Eric Shaff, CEO of Seres, expressed optimism regarding the upcoming data, which will encompass safety, pharmacology, and efficacy measurements up to day 100 post-transplantation. With approximately 40,000 Allo HSCT procedures conducted globally each year, where infection is a leading cause of death, the potential clinical outcomes could affirm the role of microbiome therapeutics in preventing adverse outcomes related to gastrointestinal pathogens. Seres plans to explore SER-155 and other therapeutic candidates in other vulnerable patient groups, such as those with chronic liver disease, cancer neutropenia, and recipients of solid organ transplants, with the vision of establishing a new standard of care to protect millions from severe infections. 
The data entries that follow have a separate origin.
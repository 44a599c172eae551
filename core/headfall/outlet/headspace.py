"""What the gas above the liquid does to the outflow: open, pressurised, closed or vented."""

from __future__ import annotations

from collections.abc import Callable
from dataclasses import dataclass

import numpy as np

from headfall.outlet.outlet import Array

SLOW, FAST = 1.0, 1.4
"""Exponent of p·Vⁿ for a gas that keeps its temperature, and for air that exchanges no heat."""
_GAS_CONSTANT = 287.05
_AIR_TEMPERATURE = 293.15


@dataclass(frozen=True, slots=True)
class OpenHeadspace:
    """Air comes in freely."""

    @property
    def coefficients(self) -> Array:
        """Nothing is doubtful: shape (0, 3) [-]."""
        return np.empty((0, 3))


@dataclass(frozen=True, slots=True)
class PressurisedHeadspace:
    """A headspace kept at a gauge pressure, told as head [m] of the liquid, p/(ρ·g); source ``gas_over_liquid``."""

    pressure_head: float

    @property
    def coefficients(self) -> Array:
        """Nothing is doubtful: shape (0, 3)."""
        return np.empty((0, 3))


@dataclass(frozen=True, slots=True)
class ClosedHeadspace:
    """A headspace without a way in for air: p·Vⁿ stays what it was at the start.

    ``gas_volume`` maps levels to the room [m³] above the liquid, ``first_volume`` is that at the start, where the gas
    stands at ``atmospheric_head``, the ambient pressure as head [m] of the liquid. Source ``gas_over_liquid``; the gas
    is ideal and none of it dissolves.
    """

    gas_volume: Callable[[Array], Array]
    first_volume: float
    atmospheric_head: float

    @property
    def coefficients(self) -> Array:
        """The exponent n, shape (1, 3): air that exchanges no heat passes least, constant temperature else."""
        return np.array([[FAST, SLOW, SLOW]])

    def pressure_head(self, level: Array, coefficients: Array) -> Array:
        """Return the gauge pressure [m of liquid] at each level; ``coefficients`` holds n and broadcasts with it."""
        room = np.maximum(self.gas_volume(level), 1e-12 * max(self.first_volume, 1e-300))
        with np.errstate(over="ignore"):
            ratio = (self.first_volume / room) ** coefficients[0]
        return np.asarray(self.atmospheric_head * (np.minimum(ratio, 1e6) - 1.0))


@dataclass(frozen=True, slots=True)
class VentedHeadspace:
    """A headspace with one opening to the air, quasi-steady, the air at ambient density.

    Δp = (ρ_air/2)·(Q_air/(C·a))² (source ``gas_over_liquid``). ``area`` [m²] is that of the vent, ``coefficient`` its
    C, ``air_density`` and ``liquid_density`` in kg/m³; ``deepest_head`` [m] is the vacuum that cannot be passed.
    """

    area: float
    coefficient: float
    air_density: float
    liquid_density: float
    gravity: float
    deepest_head: float

    @property
    def coefficients(self) -> Array:
        """Nothing is doubtful: shape (0, 3)."""
        return np.empty((0, 3))

    def pressure_head(self, air_flow: Array) -> Array:
        """Return the gauge pressure [m of liquid] at each flow of air [m³/s] into the vessel, below nil then."""
        speed = np.asarray(air_flow) / (self.coefficient * self.area)
        return np.asarray(-self.air_density / (2 * self.liquid_density * self.gravity) * speed * np.abs(speed))

    @property
    def largest_air_flow(self) -> float:
        """The flow of air [m³/s] at the deepest vacuum."""
        head = 2 * self.liquid_density * self.gravity * self.deepest_head / self.air_density
        return float(self.coefficient * self.area * np.sqrt(head))


Headspace = OpenHeadspace | PressurisedHeadspace | ClosedHeadspace | VentedHeadspace


def air_density(pressure: float) -> float:
    """Return the density [kg/m³] of dry air at 20 °C and an absolute pressure [Pa], as an ideal gas."""
    return pressure / (_GAS_CONSTANT * _AIR_TEMPERATURE)
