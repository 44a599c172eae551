"""Discharge coefficients by the form of the entry, lowest, typical and highest, with their sources."""

from __future__ import annotations

from dataclasses import dataclass

import numpy as np

from headfall.resources import read_resource


@dataclass(frozen=True, slots=True)
class EntryCoefficient:
    """Discharge coefficient referred to the opening's own area; ``source`` is a key of the list of sources."""

    name: str
    low: float
    typical: float
    high: float
    source: str
    condition: str


def entry_coefficient(entry: str, smaller_size: float = 1.0, edge_radius: float = 0.0) -> EntryCoefficient:
    """Return the handbook's coefficient for an entry, for free discharge in the turbulent range.

    ``smaller_size`` [m] is the diameter of a round opening and the smaller side of a rectangle; it and ``edge_radius``
    [m] matter for a ``rounded`` entry alone, whose coefficient is read between rows of radius over diameter and stays
    that of a bell-mouth from 0.15 on. Raises KeyError for an entry that is not in the table.
    """
    row = read_resource("entries.json")[entry]
    if "rows" in row:
        rows = np.array(row["rows"])
        ratio = edge_radius / smaller_size
        low, typical, high = (float(np.interp(ratio, rows[:, 0], rows[:, column])) for column in (1, 2, 3))
    else:
        low, typical, high = row["low"], row["typical"], row["high"]
    return EntryCoefficient(row["name"], low, typical, high, row["source"], row["condition"])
The Phase 1b study of SER-155 is being executed across 13 U.S. clinical centers and follows the completion of Cohort 1, which demonstrated favorable tolerability and significant reduction in pathogen dominance in the gastrointestinal microbiome. Cohort 2, involving 45 participants, employs a randomized, double-blind, placebo-controlled design to further assess safety, bacterial engraftment, and clinical outcomes. 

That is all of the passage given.